Ensure you have bash, curl, and sudo installed and working. Then run the following command in your terminal:

/bin/bash -c "$(curl -fsSL https://raw.githubusercontent.com/gnustep/tools-scripts/master/gnustep-web-install)"

This will install GNUstep with most modern features enabled, including a recent version of Clang, support for ARC and other modern Objective-C features, typed selectors, ICU support in NSString, NSLocale, and similar classes, and Grand Central Dispatch. It installs from the master or main branch of most repositories.

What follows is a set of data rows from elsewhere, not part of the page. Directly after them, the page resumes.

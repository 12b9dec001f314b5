package linkworthy.corpus;

import java.util.List;

/**
 * A picture as its file stores it, and the name of the class that read it.
 *
 * @param channels one gray plane, or red, green and blue
 * @param reader fully qualified class name of the reader
 */
public record ReadPicture(List<Picture> channels, String reader) {
  /**
   * @throws IllegalArgumentException unless there are 1 or 3 channels
   */
  public ReadPicture {
    channels = List.copyOf(channels);
    if (channels.size() != 1 && channels.size() != 3) {
      throw new IllegalArgumentException(
          "a picture has " + channels.size() + " channels; accepted: 1 or 3");
    }
  }

  /** The luma plane: the gray samples as stored, or Y of {@link YCbCr}. */
  public Picture luma() {
    return channels.size() == 1
        ? channels.get(0)
        : YCbCr.luma(channels.get(0), channels.get(1), channels.get(2));
  }

  /** All planes to be coded: the gray plane, or Y, Cb and Cr of {@link YCbCr}. */
  public List<Picture> planes() {
    return channels.size() == 1
        ? channels
        : YCbCr.planes(channels.get(0), channels.get(1), channels.get(2));
  }
}
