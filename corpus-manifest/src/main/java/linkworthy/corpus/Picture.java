package linkworthy.corpus;

import linkworthy.input.Require;

/**
 * One plane of samples: {@code height} rows of {@code width} integers from 0 to the peak {@code P =
 * 2^bitDepth - 1} (grey levels). The array is shared, never copied, and must not be changed once
 * the picture is made.
 */
public final class Picture {
  /** The longest side accepted, in samples. */
  public static final int MAX_SIDE = 16_384;

  private final int width;
  private final int height;
  private final int bitDepth;
  private final int[] samples;

  /**
   * @param samples row-major, {@code width * height} of them, each 0 to {@code 2^bitDepth - 1}
   * @throws IllegalArgumentException if a side is not 1 to {@link #MAX_SIDE}, the depth not 1 to 16
   *     bits, the length wrong or a sample outside its range
   */
  public Picture(int width, int height, int bitDepth, int[] samples) {
    this.width = Require.inRange(width, 1, MAX_SIDE, "picture width (samples)");
    this.height = Require.inRange(height, 1, MAX_SIDE, "picture height (samples)");
    this.bitDepth = Require.inRange(bitDepth, 1, 16, "bit depth (bits)");
    if (samples.length != width * height) {
      throw new IllegalArgumentException(
          "a " + width + " x " + height + " picture has " + samples.length + " samples");
    }
    int seen = 0;
    for (int sample : samples) {
      seen |= sample;
    }
    if (seen < 0 || seen > peak()) {
      throw new IllegalArgumentException("a sample lies outside 0 to " + peak());
    }
    this.samples = samples;
  }

  public int width() {
    return width;
  }

  public int height() {
    return height;
  }

  /** Bits per sample. */
  public int bitDepth() {
    return bitDepth;
  }

  /** The largest sample value P, in grey levels. */
  public int peak() {
    return (1 << bitDepth) - 1;
  }

  /** Number of samples. */
  public int size() {
    return samples.length;
  }

  /** The samples themselves, row-major; not to be changed. */
  public int[] samples() {
    return samples;
  }

  /** Mean of the samples, in grey levels. */
  public double mean() {
    long sum = 0;
    for (int sample : samples) {
      sum += sample;
    }
    return (double) sum / samples.length;
  }

  /** Mean of the squared samples, in grey levels squared. */
  public double meanSquare() {
    long sum = 0;
    for (int sample : samples) {
      sum += (long) sample * sample;
    }
    return (double) sum / samples.length;
  }

  /** Population variance of the samples (AC power), in grey levels squared. */
  public double variance() {
    double mean = mean();
    double sum = 0;
    for (int sample : samples) {
      double difference = sample - mean;
      sum += difference * difference;
    }
    return sum / samples.length;
  }
}
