package linkworthy.corpus;

/**
 * Traces of block coding: whether a picture's neighbouring samples differ more across every eighth
 * line, counted from the top left corner, than across any of the seven other lines, as the 8 x 8
 * blocks of JPEG (ITU-T T.81) leave it. A picture that was cut or scaled after coding is not found.
 *
 * <p>For each direction: the mean absolute difference across lines at multiples of 8, over the
 * largest of the means at the seven other places, less 1; the smaller of the two directions counts.
 * Pictures coded at qualities 30 to 75 have 0.03 to 1.1, the shipped pictures, which were coded and
 * then scaled, below 0. A picture of pure noise is above the threshold with a chance of at most 1
 * in 64, and near 0 if it is large.
 */
public final class BlockGrid {
  /** From this excess on a picture is taken to have been coded in blocks. */
  public static final double THRESHOLD = 0.02;

  private static final int BLOCK = 8;
  private static final int LEAST_SIDE = 4 * BLOCK;

  private BlockGrid() {}

  /** Whether a picture shows the grid; never for one with a side below 32 samples. */
  public static boolean isIn(Picture picture) {
    return excess(picture) >= THRESHOLD;
  }

  /**
   * How much larger the differences across the grid are than elsewhere, as a share; -1 where the
   * picture is too small or flat.
   */
  public static double excess(Picture picture) {
    if (Math.min(picture.width(), picture.height()) < LEAST_SIDE) {
      return -1;
    }
    int[] samples = picture.samples();
    long[] across = new long[BLOCK];
    long[] down = new long[BLOCK];
    int width = picture.width();
    for (int y = 0; y < picture.height(); y++) {
      for (int x = 0; x < width; x++) {
        int at = y * width + x;
        if (x > 0) {
          across[x % BLOCK] += Math.abs(samples[at] - samples[at - 1]);
        }
        if (y > 0) {
          down[y % BLOCK] += Math.abs(samples[at] - samples[at - width]);
        }
      }
    }
    return Math.min(excess(across, width), excess(down, picture.height()));
  }

  private static double excess(long[] sums, int side) {
    double largest = 0;
    for (int place = 1; place < BLOCK; place++) {
      largest = Math.max(largest, (double) sums[place] / lines(place, side));
    }
    double grid = (double) sums[0] / lines(0, side);
    return grid == 0 ? -1 : grid / largest - 1;
  }

  /** How many lines of a place have a line before them. */
  private static int lines(int place, int side) {
    return (side - 1 - place) / BLOCK + (place == 0 ? 0 : 1);
  }
}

Avoid your distribution packages – it is often outdated and sometimes is compiled using GCC, which disables ARC and modern Objective-C features.

Code completion, navigation, and linting#

VSCode or VSCodium#

We use the clangd extension, which provides support for code completion and navigation, along with Clang-style warnings and error messages, based on the Clang compiler’s code. If you have the Microsoft C/C++ extension, make sure to disable IntelliSense when prompted, as IntelliSense does not support Objective-C and Objective-C++ code.

Here is the list of extensions:

  • clangd - The official clang language server for Visual Studio Code

You need to explicitly set the clangd executable path in the clangd extension settings if you want to use the system version of LLVM. You can find the clangd executable in the LLVM installation directory (e.g. C:\Program Files\LLVM\bin\clangd.exe).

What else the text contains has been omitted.